Like others have suggested, such a wide gap is probably outside the valid approximation range of the equations used. The analytic formula from Waddell's book (involving elliptic integrals) gives about 81 ohms for your geometry and er=4.9, and Zo does not approach the microstrip value when the gap gets infinitely wide. Perhaps this is the formula used by your programs as well.
When fiddling with the formula in Excel I got a feeling that the formula would ignore the microstrip stray capacitance and only the plate capacitance to the lower groundplane is accounted for. Then the formula would work reasonably well in the case that the main capacitance contribution near the trace edges is due to the top side groundplanes.

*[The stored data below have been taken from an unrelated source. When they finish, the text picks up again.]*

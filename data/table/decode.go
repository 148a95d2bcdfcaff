package table

import (
	"bytes"
	"encoding/binary"
	"strings"
	"unicode/utf16"
	"unicode/utf8"

	"golang.org/x/text/encoding/charmap"

	"phaselag/data/place"
)

// decode turns the bytes of a file into text and names the encoding. The order
// of the tests: byte order mark; valid UTF-8 without zero bytes; zero bytes in
// every other place, which is UTF-16 of mostly Latin text; else Windows-1252.
func decode(b []byte) (text, encoding string, err error) {
	switch {
	case bytes.HasPrefix(b, []byte("\xef\xbb\xbf")):
		text, encoding = string(bytes.ToValidUTF8(b[3:], []byte("\ufffd"))), "UTF-8"
	case bytes.HasPrefix(b, []byte("\xff\xfe")):
		text, encoding = decode16(b[2:], binary.LittleEndian), "UTF-16LE"
	case bytes.HasPrefix(b, []byte("\xfe\xff")):
		text, encoding = decode16(b[2:], binary.BigEndian), "UTF-16BE"
	case utf8.Valid(b) && bytes.IndexByte(b, 0) < 0:
		text, encoding = string(b), "UTF-8"
	default:
		even, odd := zeros(b)
		half := len(b) / 2
		switch {
		case len(b) >= 4 && len(b)%2 == 0 && odd*2 > half && even == 0:
			text, encoding = decode16(b, binary.LittleEndian), "UTF-16LE"
		case len(b) >= 4 && len(b)%2 == 0 && even*2 > half && odd == 0:
			text, encoding = decode16(b, binary.BigEndian), "UTF-16BE"
		default:
			s, e := charmap.Windows1252.NewDecoder().Bytes(b)
			if e != nil {
				return "", "", binaryFile()
			}
			text, encoding = string(s), "Windows-1252"
		}
	}
	if controls(text)*100 > len(text) || strings.IndexByte(text, 0) >= 0 {
		return "", "", binaryFile()
	}
	return text, encoding, nil
}

func binaryFile() error {
	return &place.Error{
		What: "this is not a text table",
		Hint: "export the results as CSV or as tabulator-separated text",
	}
}

func decode16(b []byte, order binary.ByteOrder) string {
	u := make([]uint16, len(b)/2)
	for i := range u {
		u[i] = order.Uint16(b[2*i:])
	}
	return string(utf16.Decode(u))
}

func zeros(b []byte) (even, odd int) {
	for i, c := range b {
		if c != 0 {
			continue
		}
		if i%2 == 0 {
			even++
		} else {
			odd++
		}
	}
	return even, odd
}

// controls counts the characters that no table has.
func controls(s string) int {
	n := 0
	for _, r := range s {
		if r < 0x20 && r != '\n' && r != '\r' && r != '\t' && r != '\f' || r == 0x7f {
			n++
		}
	}
	return n
}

Anyway, I'm getting from the Waddell's eq. for your trace width, er=1 and infinitely wide gap Zo = 192 ohms, which would correspond to 17.4 pF/m. The microstrip approximation gives Zo = 139 ohms for er=1 (indeed 75 ohms for er = 4.9) corresponding to 24 pF/m. Both are much more than the parallel plate contribution of 7.1 pF/m. So the formula must fail in a more subtle way.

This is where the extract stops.